Think about 10 years time, the real digital future, not this analogue/digital crossover, if you do, that future will come faster, better. @billt at Shift Happens 2.0

There are plenty of really exciting ways of using existing social media and tech-based tools that are beginning to be explored by the arts. We have the National Theatre’s live streaming events, The BBC Prom’s use of Audioboo, C&T’s Living Newspaper, and smaller companies making use of the collaborative and immediate aspect of social media to open up their offices and creative processes.

But part of what I’m going to be pushing for in my work with the arts sector is finding and developing the next tools, becoming a part of the community that innovates and tests the future, as well as the one that works with the present aspects of tech in our lives.

Tech is particularly good at working with data, the whole world trades in it, visualising data and mashing up two or more data sets to makes something more powerful and accessible is an incredibly exciting prospect. The world now is full of information, just lying around, visualisations and mashups make it work, make it more powerful than the sum of its parts.  I also believe the arts are built on information, signals, triggers, scents, subtleties, there are so many layers. And in the same way as facts, they’re driven by questions, but more than facts, the arts dramatise those questions, turning points. Who is this character? What memories, smells, encounters is she built of? Consider the moment of the intricate choice between a highlight or a deeper dark on a painting, or the textures you could feel when you first heard the stirrings of a new song.

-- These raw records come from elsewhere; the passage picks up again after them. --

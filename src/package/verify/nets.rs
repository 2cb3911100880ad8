//! Do the nets of the copper, of the netlist and of the drill files agree? Nets are what copper and plated holes join, whatever the files say.

use std::collections::BTreeMap;
use std::collections::BTreeSet;

use crate::base::Nm;
use crate::base::Point;
use crate::package::netlist::Netlist;
use crate::package::verify::Findings;
use crate::package::verify::Pack;

/// The netlist counts whole micrometres, so places and sizes agree to half of one, and a rounding.
const NETLIST: i64 = 501;

pub(super) fn check(pack: &Pack, found: &mut Findings) {
    let groups = joined(pack, found);
    if pack.contents.withheld {
        return;
    }
    if let Some((file, netlist)) = &pack.netlist {
        points(pack, file, netlist, &groups, found);
        drills(pack, file, netlist, found);
    }
}

/// A piece of copper: which layer file, which island.
type Piece = (usize, usize);

/// Nets of each piece, once holes have joined the layers: the names in its group.
fn joined(pack: &Pack, found: &mut Findings) -> BTreeMap<Piece, BTreeSet<String>> {
    let pieces: Vec<Piece> =
        pack.coppers.iter().enumerate().flat_map(|(layer, copper)| (0..copper.islands.len()).map(move |island| (layer, island))).collect();
    let index: BTreeMap<Piece, usize> = pieces.iter().enumerate().map(|(i, piece)| (*piece, i)).collect();
    let mut parent: Vec<usize> = (0..pieces.len()).collect();
    fn root(parent: &mut [usize], mut i: usize) -> usize {
        while parent[i] != i {
            parent[i] = parent[parent[i]];
            i = parent[i];
        }
        i
    }
    let plated = || pack.drills.iter().filter(|(_, drilled)| drilled.plated == Some(true));
    let holes = plated().flat_map(|(_, drilled)| drilled.holes.iter().map(|hole| hole.0));
    // A plated slot reaches copper around its wall: half its width beside its ends.
    let slots = plated().flat_map(|(_, drilled)| drilled.slots.iter().map(|slot| slot.0));
    for at in holes.chain(slots) {
        let under: Vec<usize> = pack
            .coppers
            .iter()
            .enumerate()
            .filter_map(|(layer, copper)| copper.islands.iter().position(|island| island.contains(at)).map(|island| (layer, island)))
            .filter_map(|piece| index.get(&piece).copied())
            .collect();
        for pair in under.windows(2) {
            let (a, b) = (root(&mut parent, pair[0]), root(&mut parent, pair[1]));
            parent[a] = b;
        }
    }
    // A plated edge joins what reaches it.
    let is_plated = pack.gerbers.iter().any(|(_, image)| image.attributes.get("FileFunction").is_some_and(|stated| stated == "Profile,P"));
    if let (true, Some([low, high])) = (is_plated, pack.edge()) {
        let mut at_edge: BTreeMap<String, usize> = BTreeMap::new();
        for (i, (layer, island)) in pieces.iter().enumerate() {
            let Some(island) = pack.coppers.get(*layer).and_then(|copper| copper.islands.get(*island)) else { continue };
            let [a, b] = island.bounds;
            if a.x <= low.x || a.y <= low.y || b.x >= high.x || b.y >= high.y {
                let first = *at_edge.entry(island.name()).or_insert(i);
                let (one, other) = (root(&mut parent, first), root(&mut parent, i));
                parent[one] = other;
            }
        }
    }
    let mut names: BTreeMap<usize, BTreeSet<String>> = BTreeMap::new();
    let mut of: BTreeMap<Piece, usize> = BTreeMap::new();
    let mut groups_of: BTreeMap<String, BTreeSet<usize>> = BTreeMap::new();
    for (i, &(layer, number)) in pieces.iter().enumerate() {
        let group = root(&mut parent, i);
        of.insert((layer, number), group);
        let Some((copper, island)) = pack.coppers.get(layer).and_then(|c| c.islands.get(number).map(|island| (c, island))) else {
            continue;
        };
        names.entry(group).or_default().extend(island.nets.iter().cloned());
        for net in &island.nets {
            groups_of.entry(net.clone()).or_default().insert(group);
        }
        let at = island.piece.outer.first().copied();
        if island.nets.len() > 1 {
            let what = format!("one piece of copper joins the nets {}", island.nets.iter().cloned().collect::<Vec<_>>().join(" and "));
            found.at("nets-joined", &copper.file, at, what);
        } else if island.nets.is_empty() && !island.is_text {
            found.at("net-missing", &copper.file, at, "a piece of copper names no net (.N)");
        }
    }
    for (group, nets) in names.iter().filter(|(_, nets)| nets.len() > 1) {
        let islands_alone = of.iter().filter(|(_, g)| *g == group).all(|((layer, number), _)| {
            pack.coppers.get(*layer).and_then(|copper| copper.islands.get(*number)).is_none_or(|island| island.nets.len() < 2)
        });
        if islands_alone {
            let what = format!("plated holes join the nets {}", nets.iter().cloned().collect::<Vec<_>>().join(" and "));
            found.add("nets-joined", "drill files", what);
        }
    }
    for (net, groups) in groups_of.iter().filter(|(_, groups)| groups.len() > 1) {
        found.add("net-in-pieces", "copper files", format!("net {net} is in {} pieces that nothing joins", groups.len()));
    }
    of.into_iter().map(|(piece, group)| (piece, names.get(&group).cloned().unwrap_or_default())).collect()
}

/// Every test point touches copper of its net, and every net is tested: a piece without hole and land at two places.
fn points(pack: &Pack, file: &str, netlist: &Netlist, groups: &BTreeMap<Piece, BTreeSet<String>>, found: &mut Findings) {
    let mut tested: BTreeMap<Piece, usize> = BTreeMap::new();
    let mut nets: BTreeSet<&str> = BTreeSet::new();
    for point in &netlist.points {
        if matches!(point.hole, Some((_, false))) {
            continue;
        }
        nets.insert(point.net.as_str());
        for (layer, copper) in pack.coppers.iter().enumerate() {
            if point.access != 0 && i32::from(point.access) != copper.layer {
                continue;
            }
            let Some(island) = copper.islands.iter().position(|island| island.contains(point.at)) else {
                found.at(
                    "netlist-off-copper",
                    file,
                    Some(point.at),
                    format!("{} is tested where copper {} has nothing", point.net, copper.layer),
                );
                continue;
            };
            *tested.entry((layer, island)).or_default() += 1;
            if !groups.get(&(layer, island)).is_some_and(|names| names.contains(&point.net)) {
                let is = copper.islands.get(island).map(|island| island.name()).unwrap_or_default();
                found.at("netlist-differs", file, Some(point.at), format!("{} is tested on copper of {is}", point.net));
            }
        }
    }
    for (layer, copper) in pack.coppers.iter().enumerate() {
        let is_outer = copper.layer == 1 || copper.layer == pack.last_layer();
        for (number, island) in copper.islands.iter().enumerate().filter(|(_, island)| !island.is_text && is_outer) {
            let touched = tested.get(&(layer, number)).copied().unwrap_or(0);
            let soldered = copper.pads.iter().any(|pad| island.contains(pad.at));
            let due = if soldered { 1 } else { 2 };
            if touched < due || island.nets.iter().any(|net| !nets.contains(net.as_str())) {
                let what = format!("copper of {} on layer {} is tested at {touched} places, {due} are due", island.name(), copper.layer);
                found.at("net-untested", file, island.piece.outer.first().copied(), what);
            }
        }
    }
}

/// Every hole is in the netlist as drilled, and the other way round.
fn drills(pack: &Pack, file: &str, netlist: &Netlist, found: &mut Findings) {
    let near = |a: Point, b: Point| (a.x - b.x).0.abs() <= NETLIST && (a.y - b.y).0.abs() <= NETLIST;
    let mut listed: Vec<(Point, Nm, bool)> =
        netlist.points.iter().filter_map(|p| p.hole.map(|(diameter, plated)| (p.at, diameter, plated))).collect();
    for (name, drilled) in &pack.drills {
        for &(at, diameter) in &drilled.holes {
            let plated = drilled.plated == Some(true);
            let known = listed
                .iter()
                .position(|(there, wide, through)| near(*there, at) && (wide.0 - diameter.0).abs() <= NETLIST && *through == plated);
            match known {
                Some(index) => {
                    listed.swap_remove(index);
                }
                None => {
                    let what = format!("the hole of {:.3} mm in {name} is not in the netlist like that", diameter.mm());
                    found.at("netlist-drill-differs", file, Some(at), what);
                }
            }
        }
    }
    listed.sort();
    for (at, diameter, _) in listed {
        found.at("netlist-drill-differs", file, Some(at), format!("no drill file has the hole of {:.3} mm", diameter.mm()));
    }
}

Imagine an AR app developed by someone like the National Portrait Gallery that allowed you to see under the layers of paint, to peel back the process, or see other works painted over, or corrected. Imagine using that app to trigger audio clips with facts and context for the work, or reactions that other people like you have recorded whilst standing there.

We can build new ways of exploring and creating art.

I was recently pointed in the direction of Debategraph by @abi281. Debategraph is a web-based, creative commons project which provides an interactive way of mapping wiki debates. I’ve embedded it here for you to play with, which is much easier than my trying to explain it, click, explore, hover, drag, see what you think. For those who want to know every in and out check out the ‘about’ on the debategraph website.

Why am I looking at debate graph?

I would love to see something like this developed for use by arts organisations, if you were to take this bare-bones structure, bring it onto a large touch display, and crucially, allow the addition of video, images and audio, you have a very very powerful tool for representing the artistic process, character development, the context of a play, or the building of a piece of art.

This could be installed in large multi person interactive multi-touch screen displays, similar to the NT ‘Big Wall‘, but created within a wiki environment, a creative commons model that could be released into the wild, that people could truly interract with. An installation  in which people could build new routes, not travel one of several pre-planned ones; drag and zooming, exploring creative questions, contexts, characters through native video/image/audio embeds. Better still  we could use the model to collaborate, to create a huge, sprawling, reactive and interactive piece of audio/visual wiki art in which you could still follow curated paths, or which you could explore  yourself, have it on screens that surround you, covering the walls of a whole room, tailoring your own personal theatre, or working with others to build a specific, live and individual experience.

Where would you start? Do you know people who would be interested in working on projects like this, do you think it’s worth working on, or do you think it invades the ineffability of art? Basically: discuss.